Мне тоже любопытно, но, сколько я не смотрю на грязные темные разводы на ладонях Сары, они остаются лишь грязными темными разводами.
– Мне нужно время подумать. – Наконец, изрекает Анна.
Отпускает руки дочери, уходит за ширму и начинает греметь ящиками шкафа.
– Что это значит? – Шепчет Улле, приближаясь к своей девушке.
Сара медленно опускает взгляд на дрожащие ладони.
Я притопываю, дожидаясь ее ответа. И только Бьорн из всех нас более терпелив: наверное, просто привык к тому, что ярость и нервное возбуждение лишь провоцируют его трансформации в неукротимого зверя.
– Я не представляю, что это значит. – Хмурится Сара. Затем разворачивает одну из ладоней пальцами вниз настолько, насколько позволяет ей ее строение тела, и бледнеет. – А вот это… это похоже на… это еда для мертвеца.
– Нужно покормить мертвеца? – Склоняется через ее плечо Ульрик.
– Нет.
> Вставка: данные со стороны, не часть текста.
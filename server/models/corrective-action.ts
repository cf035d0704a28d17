import { DataTypes, Model, type CreationOptional, type InferAttributes, type InferCreationAttributes, type NonAttribute, type Sequelize } from 'sequelize';
import type { CorrectiveActionState, PlanStep, RootCauseMethod } from '../../machines';
import type { Finding } from './finding';
import type { User } from './user';

export class CorrectiveAction extends Model<InferAttributes<CorrectiveAction>, InferCreationAttributes<CorrectiveAction>> {
  declare id: CreationOptional<number>;
  /** CA-YYYY-NNNN, sequential per year without gaps. */
  declare number: string;
  declare findingId: number;
  declare ownerId: number;
  /** Mirrors the machine's context.dueDate after every transition (the reminder jobs read this column). */
  declare dueDate: string;
  declare pendingExtension: { dueDate: string; reason: string } | null;
  declare method: RootCauseMethod | null;
  declare rootCause: string | null;
  declare plan: PlanStep[];
  declare submissionSummary: string | null;
  declare returnReason: string | null;
  declare reopenReason: string | null;
  declare verifiedAt: Date | null;
  declare createdById: number;
  declare state: CorrectiveActionState;
  declare snapshot: unknown;
  declare machineVersion: number;
  declare version: CreationOptional<number>;
  declare createdAt: CreationOptional<Date>;
  declare updatedAt: CreationOptional<Date>;

  declare owner?: NonAttribute<User>;
  declare finding?: NonAttribute<Finding>;
}

export function initCorrectiveAction(sequelize: Sequelize) {
  CorrectiveAction.init(
    {
      id: { type: DataTypes.INTEGER, autoIncrement: true, primaryKey: true },
      number: { type: DataTypes.STRING(16), allowNull: false },
      findingId: { type: DataTypes.INTEGER, allowNull: false },
      ownerId: { type: DataTypes.INTEGER, allowNull: false },
      dueDate: { type: DataTypes.DATEONLY, allowNull: false },
      pendingExtension: { type: DataTypes.JSON, allowNull: true },
      method: { type: DataTypes.STRING(32), allowNull: true },
      rootCause: { type: DataTypes.TEXT, allowNull: true },
      plan: { type: DataTypes.JSON, allowNull: false },
      submissionSummary: { type: DataTypes.TEXT, allowNull: true },
      returnReason: { type: DataTypes.TEXT, allowNull: true },
      reopenReason: { type: DataTypes.TEXT, allowNull: true },
      verifiedAt: { type: DataTypes.DATE(3), allowNull: true },
      createdById: { type: DataTypes.INTEGER, allowNull: false },
      state: { type: DataTypes.STRING(32), allowNull: false },
      snapshot: { type: DataTypes.JSON, allowNull: false },
      machineVersion: { type: DataTypes.INTEGER, allowNull: false },
      version: { type: DataTypes.INTEGER, allowNull: false, defaultValue: 0 },
      createdAt: DataTypes.DATE(3),
      updatedAt: DataTypes.DATE(3),
    },
    { sequelize, tableName: 'corrective_actions', modelName: 'CorrectiveAction', underscored: true, version: true },
  );
}
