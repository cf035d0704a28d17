import { DataTypes, Model, type CreationOptional, type InferAttributes, type InferCreationAttributes, type Sequelize } from 'sequelize';

/** A message the local SMTP fake received (only when no SMTP_URL is configured). */
export class CaughtMail extends Model<InferAttributes<CaughtMail>, InferCreationAttributes<CaughtMail>> {
  declare id: CreationOptional<number>;
  declare messageId: string | null;
  declare envelopeFrom: string | null;
  declare envelopeTo: string[];
  declare fromHeader: string | null;
  declare toHeader: string | null;
  declare subject: string | null;
  declare textBody: string | null;
  declare htmlBody: string | null;
  declare sizeBytes: number;
  declare receivedAt: Date;
}

export function initCaughtMail(sequelize: Sequelize) {
  CaughtMail.init(
    {
      id: { type: DataTypes.INTEGER, autoIncrement: true, primaryKey: true },
      messageId: { type: DataTypes.STRING(255), allowNull: true },
      envelopeFrom: { type: DataTypes.STRING(254), allowNull: true },
      envelopeTo: { type: DataTypes.JSON, allowNull: false },
      fromHeader: { type: DataTypes.STRING(500), allowNull: true },
      toHeader: { type: DataTypes.TEXT, allowNull: true },
      subject: { type: DataTypes.STRING(500), allowNull: true },
      textBody: { type: DataTypes.TEXT('medium'), allowNull: true },
      htmlBody: { type: DataTypes.TEXT('medium'), allowNull: true },
      sizeBytes: { type: DataTypes.INTEGER, allowNull: false },
      receivedAt: { type: DataTypes.DATE(3), allowNull: false },
    },
    { sequelize, tableName: 'caught_mails', modelName: 'CaughtMail', timestamps: false },
  );
}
Это значит, я – его еда… – Отрывисто говорит она и, пошатнувшись, стирает пепел со своих рук прямо о свою белую школьную блузу.
Глава 8
Проходит несколько часов – все мы измотаны ожиданием.
Улле перебирает сувенирные фигурки на полке книжного шкафа, Бьорн, сидя на диване, гипнотизирует взглядом пространство над головой Сары, а мы с подругой расположились напротив него за столом и пьем горький черный кофе в надежде, что он поможет нам взбодриться, (а конкретно мне – не уснуть).
– Их стало больше? – Интересуется Сара у Хельвина, намекая на бодекхов.
– Они стали… четче. – Честно отвечает парень.
Его глаза блестят, когда он переводит взгляд на меня. Так красиво блестят и так ярко светятся, что у меня ускоряется пульс.
– Понятно. – Ежится Сара.
Я кладу свою ладонь на ее. Мне очень трудно отвернуться и не смотреть на Бьорна, но, к сожалению, приходится: нельзя же пялиться на него без остановки?
– Все будет хорошо. – Говорю я. – Сейчас твоя мама что-нибудь придумает.
– Она зарылась в блокноте с бабушкиными записями. – Качает головой подруга. – Не представляю, что она собирается в них отыскать.
– Можно? – Ульрик подцепляет с кухонного стола тарелку с пирогом.
– Угу. – Кивает Сара. И наклоняется ко мне. – Мне выпало стать едой для какой-то нежити, а этот малый – единственный, кому эта новость не отбила аппетит.
Услышав ее, Бьорн усмехается и запускает пальцы в свои светлые волосы. Проведя по ним руками, он устало откидывается на спинку дивана и закрывает глаза. Закладывает мощные руки за голову и вытягивает ноги.
«Ему так идет форма гимназии», – думаю я.
– Понимаю, почему ты выбрала именно этого. – Шепчет подруга.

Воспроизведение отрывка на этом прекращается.